I've missed pancakes since I've been told to watch my carbs. When I saw this recipe in Woman's Day magazine, I knew I had to try it. I did substitute peanut butter for the more expensive almond butter. I also added flaxseed meal to add fiber and to make me feel fuller longer. This recipe came out so good. I hope you enjoy it as much as I did.
Total Time: 10 minutes
Yield: 9 pancakes (3 pancakes per serving)
Source: March 2016 Woman's Day magazine
Ingredients:
- 1 large, very ripe banana
- 1/4 cup smooth almond butter (I substituted peanut butter)
- 2 large eggs
- 2 Tbsp ground flaxseed meal (optional)
- syrup, fruit, butter for serving (optional)
Steps:
- Mash the banana and the almond butter well in a medium sized bowl.
- Whisk in the eggs with a fork.
- If using the flaxseed meal, add it now.

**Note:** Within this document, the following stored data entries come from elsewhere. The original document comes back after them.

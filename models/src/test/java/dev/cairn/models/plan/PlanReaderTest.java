package dev.cairn.models.plan;

import static org.junit.jupiter.api.Assertions.assertEquals;
import static org.junit.jupiter.api.Assertions.assertThrows;
import static org.junit.jupiter.api.Assertions.assertTrue;

import dev.cairn.models.InputException;
import dev.cairn.models.result.Metric;
import java.nio.file.Files;
import java.nio.file.Path;
import org.junit.jupiter.api.Test;
import org.junit.jupiter.api.io.TempDir;

/** Plan specs: defaults, and one clear line naming the field for each kind of mistake. */
class PlanReaderTest {
    private static final String GOOD = """
        {"arms": {"A": {}, "B": {"arppuLift": 0.03}}, "control": "A", "usersPerDay": 1000,
         "baseline": {"payerRate": 0.03, "logSpendMean": 1.0, "logSpendSd": 1.2}}
        """;

    private static String message(String json) {
        return assertThrows(InputException.class, () -> PlanReader.parse(json, "plan.json", Path.of("."))).getMessage();
    }

    @Test
    void defaults() {
        PlanSpec p = PlanReader.parse(GOOD, "plan.json", Path.of("."));
        assertEquals(Metric.ARPU, p.metric());
        assertEquals(LookRule.Kind.EXPECTED_LOSS, p.rule());
        assertEquals(null, p.tolerance());
        assertEquals(7, p.minDays());
        assertEquals(28, p.maxDays());
        assertEquals(22, p.lookDays().length);
        assertEquals(10_000, p.experiments());
        assertTrue(p.approximate());
        assertEquals(4000, p.draws());
        assertEquals(false, p.uncertain());
        PlanSpec conversion = PlanReader.parse("""
            {"arms": {"A": {}, "B": {"payerRateLift": 0.1}}, "control": "A", "usersPerDay": 1000,
             "baseline": {"payerRate": 0.2}, "schedule": {"maxDays": 3}}
            """, "plan.json", Path.of("."));
        assertEquals(Metric.PAYER_RATE, conversion.metric());
        assertEquals(3, conversion.minDays(), "minDays defaults to maxDays when that is shorter than a week");
    }

    @Test
    void mistakesAreNamed() {
        assertEquals("plan.json: /control: 'Z' is not one of the arms [A, B]", message(GOOD.replace("\"control\": \"A\"", "\"control\": \"Z\"")));
        assertTrue(message(GOOD.replace("usersPerDay", "usersPerDya")).contains("unknown key 'usersPerDya' (did you mean 'usersPerDay'?)"));
        assertEquals("plan.json: /usersPerDay: no number for arm 'B' (give every arm, or one number for all)",
                message(GOOD.replace("\"usersPerDay\": 1000", "\"usersPerDay\": {\"A\": 1000}")));
        assertTrue(message(GOOD.replace("\"payerRate\": 0.03, ", "")).startsWith("plan.json: /baseline/payerRate: required"));
        assertTrue(message(GOOD.replace("\"baseline\": {", "\"baseline\": {\"priors\": {\"payerRate\": {\"family\": \"beta\", \"a\": 3, \"b\": 97}}, "))
                .contains("/baseline: give exactly one of"));
        assertEquals("plan.json: /decision/metric: 'arpu' needs spend in the baseline (logSpendMean and logSpendSd, "
                + "priors.logSpend, or a result with spend); this baseline has a payer rate only",
                message(GOOD.replace(", \"logSpendMean\": 1.0, \"logSpendSd\": 1.2", "").replace("{\"arppuLift\": 0.03}", "{}")
                        .replace("\"usersPerDay\"", "\"decision\": {\"metric\": \"arpu\"}, \"usersPerDay\"")));
        assertEquals("plan.json: /arms/B/arppuLift: the baseline has no spend to change",
                message(GOOD.replace(", \"logSpendMean\": 1.0, \"logSpendSd\": 1.2", "")));
        assertTrue(message(GOOD.replace("\"usersPerDay\"", "\"decision\": {\"rule\": \"prob-above\", \"tolerance\": 0.01}, \"usersPerDay\""))
                .startsWith("plan.json: /decision/tolerance: applies to rule 'expected-loss'"));
        assertEquals("plan.json: /schedule/minDays: 10 is after maxDays 5",
                message(GOOD.replace("\"usersPerDay\"", "\"schedule\": {\"minDays\": 10, \"maxDays\": 5}, \"usersPerDay\"")));
        assertEquals("plan.json: /arms/B/payerRateLift: takes the payer rate 0.6 above 1",
                message(GOOD.replace("0.03,", "0.6,").replace("{\"arppuLift\": 0.03}", "{\"payerRateLift\": 0.8}")));
        assertTrue(message(GOOD.replace("0.03}", "{\"family\": \"uniform\", \"lower\": 0.1, \"upper\": 0.05}}"))
                .contains("/arms/B/arppuLift/upper: 0.05 must be above lower 0.1"));
        assertTrue(message(GOOD.replace("\"usersPerDay\"", "\"currency\": \"XYZ\", \"usersPerDay\""))
                .contains("/currency: 'XYZ' is not an ISO 4217 currency code"));
        assertTrue(message(GOOD.replace("\"usersPerDay\"", "\"simulation\": {\"experiments\": 1000000}, \"schedule\": {\"minDays\": 1, \"maxDays\": 365}, \"usersPerDay\""))
                .contains("/simulation/experiments: 1,000,000 tests x 366 looks is more than"));
        assertTrue(message("{").startsWith("plan.json: not valid JSON at line 1"));
    }

    @Test
    void baselineFromHistoryAndFromAMissingResult(@TempDir Path dir) throws Exception {
        Files.writeString(dir.resolve("history.csv"), """
            users,payers,log_spend_sum,log_spend_sq_sum
            10000,310,320.5,890.1
            12000,350,371.0,1003.2
            9000,260,262.2,720.9
            """);
        String history = GOOD.replace("\"payerRate\": 0.03, \"logSpendMean\": 1.0, \"logSpendSd\": 1.2",
                "\"fromHistory\": {\"path\": \"history.csv\"}");
        PlanSpec p = PlanReader.parse(history, "plan.json", dir);
        assertEquals("history", p.baseline().source());
        assertTrue(p.uncertain());
        String result = GOOD.replace("\"payerRate\": 0.03, \"logSpendMean\": 1.0, \"logSpendSd\": 1.2",
                "\"fromResult\": {\"path\": \"old/result.json\"}");
        assertThrows(InputException.class, () -> PlanReader.parse(result, "plan.json", dir), "no such file");
        Files.createDirectories(dir.resolve("old"));
        Files.writeString(dir.resolve("old/result.json"), "{\"model\": \"retention\", \"converged\": true}");
        String m = assertThrows(InputException.class, () -> PlanReader.parse(result, "plan.json", dir)).getMessage();
        assertTrue(m.contains("is not a result of model 'spend'"), m);
    }
}
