package dev.cairn.models.plan;

import static org.junit.jupiter.api.Assertions.assertEquals;
import static org.junit.jupiter.api.Assertions.assertTrue;

import dev.cairn.models.ResultWriter;
import dev.cairn.samplers.Progress;
import java.nio.file.Path;
import org.apache.commons.math3.distribution.NormalDistribution;
import org.junit.jupiter.api.Test;

/**
 * The plan simulator against outside answers, and its own invariants.
 *
 * <p>Power of a one-sided two-proportion z-test at level alpha with n users per arm, by the normal
 * approximation (Fleiss, Levin &amp; Paik 2003, "Statistical Methods for Rates and Proportions", 3rd ed.,
 * chapter 4; the formula from memory): power = Phi((|p2 - p1| sqrt(n) - z_(1-alpha) sqrt(2 pbar qbar)) /
 * sqrt(p1 q1 + p2 q2)), pbar = (p1 + p2) / 2. With flat priors and large samples the posterior P(p2 > p1)
 * is Phi of the unpooled z statistic, so "ship when P(beat control) > 0.95" at one look has that power.
 */
class PlannerTest {
    private static final NormalDistribution N = new NormalDistribution(0, 1);

    static double fleissPower(double p1, double p2, double n, double alpha) {
        double pbar = (p1 + p2) / 2;
        return N.cumulativeProbability((Math.abs(p2 - p1) * Math.sqrt(n)
                - N.inverseCumulativeProbability(1 - alpha) * Math.sqrt(2 * pbar * (1 - pbar)))
                / Math.sqrt(p1 * (1 - p1) + p2 * (1 - p2)));
    }

    private static PlanSpec plan(String json) {
        return PlanReader.parse(json, "plan.json", Path.of("."));
    }

    private static String conversionPlan(String lift, int usersPerDay, int days, int experiments, long seed) {
        return """
            {"arms": {"control": {}, "new": {"payerRateLift": %s}}, "control": "control", "usersPerDay": %d,
             "baseline": {"payerRate": 0.10}, "priors": {"payerRate": {"family": "beta", "a": 1, "b": 1}},
             "decision": {"metric": "payerRate", "rule": "prob-above", "threshold": 0.95},
             "schedule": {"minDays": %d, "maxDays": %d}, "simulation": {"experiments": %d, "seed": %d}}
            """.formatted(lift, usersPerDay, days, days, experiments, seed);
    }

    @Test
    void fixedHorizonPowerMatchesTheOneSidedTwoProportionZTest() {
        int experiments = 10_000;
        double se = Math.sqrt(0.25 / experiments);
        for (double lift : new double[] {0.05, 0.08}) {
            PlanResult r = Planner.run(plan(conversionPlan(Double.toString(lift), 2_000, 14, experiments, 5)), 2,
                    Progress.NONE);
            double expected = fleissPower(0.10, 0.10 * (1 + lift), 28_000, 0.05);
            System.out.printf("PlannerTest: lift %.2f power %.4f, Fleiss et al. %.4f%n", lift, r.atStop().power(), expected);
            assertEquals(expected, r.atStop().power(), 4 * se, "power at lift " + lift);
        }
    }

    @Test
    void underNoEffectTheOneLookRuleShipsAtTheNominalRate() {
        PlanResult r = Planner.run(plan(conversionPlan("0", 2_000, 14, 10_000, 6)), 2, Progress.NONE);
        assertEquals(0.05, r.atStop().shipNotBetterShare(), 4 * Math.sqrt(0.05 * 0.95 / 10_000));
        assertEquals(0, r.atStop().shipWorseShare(), "no arm is truly worse when all are equal");
    }

    @Test
    void assuranceIsPowerAveragedOverThePlausibleLifts() {
        // O'Hagan, Stevens & Campbell (2005): assurance = integral of power(lift) over the lift's distribution
        double mean = 0.05, sd = 0.05;
        PlanResult r = Planner.run(plan(conversionPlan("{\"family\": \"normal\", \"mean\": 0.05, \"sd\": 0.05}", 2_000, 14,
                10_000, 7)), 2, Progress.NONE);
        double expected = 0, step = sd / 200;
        for (double lift = mean - 8 * sd; lift <= mean + 8 * sd; lift += step) {
            double power = lift > 0 ? fleissPower(0.10, 0.10 * (1 + lift), 28_000, 0.05)
                    : 1 - fleissPower(0.10, 0.10 * (1 + lift), 28_000, 0.95); // a negative lift: P(z still above z_0.95)
            expected += power * N.density((lift - mean) / sd) / sd * step;
        }
        assertEquals(null, r.atStop().power());
        System.out.printf("PlannerTest: assurance %.4f, integral of the power curve %.4f%n", r.atStop().assurance(), expected);
        assertEquals(expected, r.atStop().assurance(), 4 * Math.sqrt(0.25 / 10_000));
    }

    private static final String SPEND_PLAN = """
        {"arms": {"A": {}, "B": {"arppuLift": 0.04}, "C": {"payerRateLift": {"family": "uniform", "lower": -0.05, "upper": 0.08}}},
         "control": "A", "usersPerDay": {"A": 3000, "B": 3000, "C": 2000},
         "baseline": {"payerRate": 0.03, "logSpendMean": 1.0, "logSpendSd": 1.4},
         "schedule": {"minDays": 5, "maxDays": 21, "lookEvery": 2}, "simulation": {"experiments": 600, "seed": 9}}
        """;

    @Test
    void sameFiguresOnAnyNumberOfThreads() {
        PlanSpec p = plan(SPEND_PLAN);
        PlanResult one = Planner.run(p, 1, Progress.NONE);
        PlanResult three = Planner.run(p, 3, Progress.NONE);
        assertEquals(ResultWriter.jsonOf(one.atStop()), ResultWriter.jsonOf(three.atStop()));
        assertEquals(ResultWriter.jsonOf(one.days()), ResultWriter.jsonOf(three.days()));
        assertEquals(ResultWriter.jsonOf(one.assumptions()), ResultWriter.jsonOf(three.assumptions()));
    }

    @Test
    void figuresAddUp() {
        PlanResult r = Planner.run(plan(SPEND_PLAN), 2, Progress.NONE);
        PlanResult.AtStop s = r.atStop();
        assertEquals(1, s.decidedShare() + s.undecidedShare(), 1e-12);
        assertEquals(s.decidedShare(), s.shipShare() + s.keepControlShare(), 1e-12);
        assertEquals(1, s.acted().values().stream().mapToDouble(Double::doubleValue).sum(), 1e-12);
        assertTrue(s.shipWorseShare() <= s.shipNotBetterShare() && s.shipBestShare() <= s.shipBetterShare() + 1e-12);
        PlanResult.Day last = r.days().get(r.days().size() - 1);
        assertEquals(21, last.day());
        assertEquals(s.decidedShare(), last.sequential().stoppedShare(), 1e-12);
        assertEquals(s.shipShare(), last.sequential().shipShare(), 1e-12);
        assertEquals(java.util.List.of(5, 7, 9, 11, 13, 15, 17, 19, 21), r.settings().lookDays());
        double stopping = r.days().stream().mapToDouble(d -> d.sequential().stoppingShare()).sum();
        assertEquals(s.decidedShare(), stopping, 1e-12);
        PlanResult.Duration d = s.duration();
        assertTrue(5 <= d.p10() && d.p10() <= d.p25() && d.p25() <= d.median() && d.median() <= d.p75()
                && d.p75() <= d.p90() && d.p90() <= 21, d.toString());
        // the first look decides the same in both views
        assertEquals(r.days().get(0).fixed().decidedShare(), r.days().get(0).sequential().stoppedShare(), 1e-12);
        // C's payer-rate lift is drawn, so the plan reports assurance
        assertEquals(null, s.power());
        assertEquals(s.shipShare(), s.assurance(), 1e-12);
        assertEquals(0.04, r.assumptions().arms().get("B").lift(), 1e-12);
    }

    @Test
    void approximateAndExactDrawsGiveTheSameFiguresWithinMonteCarloError() {
        String base = """
            {"arms": {"A": {}, "B": {"arppuLift": 0.05}}, "control": "A", "usersPerDay": 4000,
             "baseline": {"payerRate": 0.03, "logSpendMean": 1.0, "logSpendSd": 1.4},
             "schedule": {"minDays": 3, "maxDays": 15, "lookEvery": 3}, "simulation": {"experiments": 1500, "seed": 21, %s}}
            """;
        PlanResult fast = Planner.run(plan(base.formatted("\"method\": \"approximate\"")), 2, Progress.NONE);
        PlanResult exact = Planner.run(plan(base.formatted("\"method\": \"draws\", \"draws\": 2000")), 2, Progress.NONE);
        double se = Math.sqrt(2 * 0.25 / 1500);
        assertEquals(exact.atStop().shipShare(), fast.atStop().shipShare(), 4 * se);
        assertEquals(exact.atStop().decidedShare(), fast.atStop().decidedShare(), 4 * se);
        assertEquals(exact.atStop().duration().mean(), fast.atStop().duration().mean(), 1.0);
        for (int l = 0; l < fast.days().size(); l++) {
            assertEquals(exact.days().get(l).fixed().shipShare(), fast.days().get(l).fixed().shipShare(), 4 * se);
            assertEquals(0, fast.days().get(l).fixed().drawsShare(), "12,000 users a look: the approximation applies");
        }
    }
}
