package dev.cairn.cli.serve;

import dev.cairn.samplers.Cancellation;
import dev.cairn.samplers.Progress;
import dev.cairn.samplers.ProgressTally;
import java.util.concurrent.CompletableFuture;

/**
 * One fit the service was asked for: its state, progress and, once finished, the answer it gives (status and
 * JSON body). Thread-safe: the runner writes it, request threads read it.
 */
final class FitJob {
    /** Where a fit is. */
    enum State {
        QUEUED("queued"), RUNNING("running"), DONE("done"), FAILED("failed"), TIMED_OUT("timed-out"),
        CANCELLED("cancelled");

        final String word;

        State(String word) {
            this.word = word;
        }

        boolean finished() {
            return this == DONE || this == FAILED || this == TIMED_OUT || this == CANCELLED;
        }
    }

    /** The answer of a finished fit. */
    record Answer(int status, byte[] body) {
    }

    final String id;
    final long submittedMillis;
    final Cancellation cancellation;
    private final CompletableFuture<Answer> answer = new CompletableFuture<>();
    private volatile State state;
    private volatile long finishedMillis;
    private volatile boolean timedOut;
    private final ProgressTally tracker = new ProgressTally();

    FitJob(String id, long submittedMillis, long maxKeptValues) {
        this.id = id;
        this.submittedMillis = submittedMillis;
        this.cancellation = new Cancellation(maxKeptValues);
        this.state = State.QUEUED;
    }

    /** A finished fit read back from the store. */
    static FitJob finished(String id, long finishedMillis, Answer answer) {
        FitJob job = new FitJob(id, finishedMillis, 1);
        job.finish(answer.status() == 200 ? State.DONE : answer.status() == 503 ? State.TIMED_OUT : State.FAILED,
                answer, finishedMillis);
        return job;
    }

    State state() {
        return state;
    }

    void running() {
        state = State.RUNNING;
    }

    /** Marks the fit as stopped by the time limit (the runner then reports it as such). */
    void timeUp() {
        timedOut = true;
        cancellation.cancel();
    }

    boolean timedOut() {
        return timedOut;
    }

    void finish(State finalState, Answer a, long nowMillis) {
        finishedMillis = nowMillis;
        state = finalState;
        answer.complete(a);
    }

    /** {@return completes with the answer once the fit has finished} */
    CompletableFuture<Answer> answer() {
        return answer;
    }

    /** {@return the answer, or null while the fit is queued or running} */
    Answer answerNow() {
        return answer.getNow(null);
    }

    long finishedMillis() {
        return finishedMillis;
    }

    Progress progress() {
        return tracker;
    }

    /** {@return the fraction of the fit's iterations done, 0 to 1} */
    double fractionDone() {
        return state.finished() ? 1.0 : tracker.share();
    }
}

- Heat a nonstick skillet over medium heat. It is hot enough when beads of water "dance" on it.
- Add 2 T of batter per pancake to the skillet. Cook until bubbles start to burst around the edges and in the center. This will take about 2 to 3 minutes. Flip over and cook 1 minute more, until the underside is golden brown.
- Transfer the cooked pancakes to a baking sheet, cover with foil, and put in an oven at low temperature to keep warm while you are making the rest of the pancakes (NOTE: I didn't need to do this.)
- Serve with butter, syrup, fruit or enjoy as is.
Nutrition facts (without flaxseed). Per 3 pancakes: 219 calories, 15g fat (2.5g saturated fat), 124 mg cholesterol, 96 mg sodium, 9 g protein, 15g carbs, 3 g fiber.
The flax adds per 3 pancakes: 20 calories, 1.16g fat (0 saturated fat), 0 cholesterol, 1.6 mg sodium, 1.6 g carbs, 0 g sugar, 1g protein.